Шахназ была клубком противоречий. С одной стороны, она злилась на меня: мало того что дом, в котором ее поселили, был самым маленьким — не то что у двух старших жен, — так теперь ей приходилось еще и делить его со мной. Мало того что детей у них было больше, чем у нее, так еще и свекровь относилась к старшим женам лучше, потому что сама выбирала их для сына. Шахназ и меня Абдул Халик нашел сам, мать его выбор не одобряла. С другой стороны, Шахназ, запертая в четырех стенах, как и я, чувствовала себя одиноко. Как и я, она скучала по родным, которых не видела с самого дня своего никаха. Так что бывали дни, когда Шахназ огрызалась на меня с утра до ночи, а иногда, наоборот: она вдруг становилась разговорчивой и могла часами сидеть на кухне, болтая со мной, словно с лучшей подругой.

В один из таких дней Шахназ разоткровенничалась.

— Знаешь, почему Гулалай-биби не любит тебя? — спросила она.

— Потому что я плохая жена?

— Нет, — усмехнулась Шахназ, — хотя это подливает масла в огонь, но дело в другом. Она хотела, чтобы Абдул Халик женился на дочери ее младшего брата.

— А почему он не захотел жениться на своей двоюродной сестре?

— Он хотел, по крайней мере, так все говорили. Но вдруг передумал, принес извинения дяде, а вскоре мы узнали, что назначен другой никах. Ну а потом он привез тебя. Семья Гулалай-биби страшно разочарована, они-то надеялись, что вот-вот выдадут дочь замуж.

Я знала, что мне нельзя доверять Шахназ и что пускаться в откровения с ней тоже не стоит. Но, кроме нее, мне не с кем было поговорить. Поэтому в дни перемирия я с удовольствием слушала ее болтовню. Практически все время мы были вдвоем. Сын Шахназ, Маруф, быстро привязался ко мне, и мы часто играли с ним — я учила мальчугана, как правильно бить по мячу. Шахназ с недоверием поглядывала на меня, словно ожидая какой-нибудь непристойной выходки.
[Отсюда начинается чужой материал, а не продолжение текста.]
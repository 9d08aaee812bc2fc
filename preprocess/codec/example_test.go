package codec_test

import (
	"fmt"

	"github.com/midsag/midsag/preprocess/codec"
)

// ExampleEncodeJPEGLossless codes a 3x2 image with predictor 1 and decodes it
// again; JPEG lossless (ITU-T T.81 Annex H) returns the samples unchanged.
func ExampleEncodeJPEGLossless() {
	samples := []uint16{100, 101, 103, 4095, 0, 2048}
	stream, err := codec.EncodeJPEGLossless(samples, 3, 2, 12)
	if err != nil {
		fmt.Println(err)
		return
	}
	img, err := codec.DecodeJPEGLossless(stream)
	if err != nil {
		fmt.Println(err)
		return
	}
	fmt.Println(img.Width, img.Height, img.Precision, img.Samples)
	// Output: 3 2 12 [100 101 103 4095 0 2048]
}

// ExampleDecodeRLE decodes a frame of one 8-bit segment holding the PackBits
// code FD 07 (PS3.5 G.3.2: repeat 07 four times) and its pad byte.
func ExampleDecodeRLE() {
	frame := make([]byte, 64, 66)
	frame[0], frame[4] = 1, 64 // one segment, starting right after the header (PS3.5 G.5)
	frame = append(frame, 0xFD, 0x07)
	pixels, err := codec.DecodeRLE(frame, 2, 2, 1, 8)
	fmt.Println(pixels, err)
	// Output: [7 7 7 7] <nil>
}
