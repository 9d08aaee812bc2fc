//go:build !(cgo && charls)

package codec

// JPEGLSBuilt reports that this binary decodes JPEG-LS: it was built
// without the charls tag (or without cgo).
const JPEGLSBuilt = false

// DecodeJPEGLS refuses: this binary was built without CharLS.
func DecodeJPEGLS(data []byte, want Expect) (*Frame, error) {
	e := JPEGLSLibrary
	return nil, &e
}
Довольно часто я действительно все делала не так. Не так сидела. Не так готовила. Не так убирала дом. Я же чувствовала себя неудобно в длинных юбках, они стесняли движения, путаясь в ногах. Мне не нравилась моя растущая грудь. Иногда я снимала лифчик, который мама-джан купила мне перед свадьбой, и стягивала грудь полотенцем, словно надеясь таким образом остановить происходящие с моим телом изменения. Больше всего мне хотелось снова ходить в школу и носиться с друзьями по улицам.

Свекровь являлась к нам чуть ли не каждый день. Если дом, по ее мнению, был недостаточно хорошо убран, Гулалай-биби первым делом принималась выкручивать мне ухо, затем заставляла брать тряпку и под ее бдительным присмотром мыть полы во всех помещениях. Шахназ без зазрения совести все промахи валила на меня, свекровь с готовностью верила каждому ее слову и еще сильнее драла меня за уши.

Абдул Халик поддерживал мать и с не меньшим усердием пытался сделать из меня хорошую жену. Я ненавидела в нем все: его лицо, его желтые зубы, его дыхание на моей шее, его жесткую бороду, царапающую мне щеку. Иногда я пыталась вывернуться из его объятий, вспоминая, как это делают бойцы тхэквондо. Но чем сильнее я отталкивала его, тем крепче он сжимал меня. И хуже всего была отвратительная ухмылка на его лице. Как будто бы мое сопротивление доставляло ему удовольствие. Наверное, этому не стоило удивляться: в конце концов, он был полевым командиром, человеком войны.

Я ненавидела ощущение его абсолютной власти надо мной. Как часто я лежала без сна ночи напролет, свернувшись калачиком на своей половине кровати, и тихо плакала, мечтая лишь об одном: чтобы поскорее наступило утро и этот храпящий возле меня мужчина проснулся и наконец позволил мне уйти к себе в комнату.

Глава 25 РАХИМА

— А теперь попробуй. Видишь, соли не хватает. Когда добавишь немного соли, вкус совершенно меняется. М-м-м. Попробуй.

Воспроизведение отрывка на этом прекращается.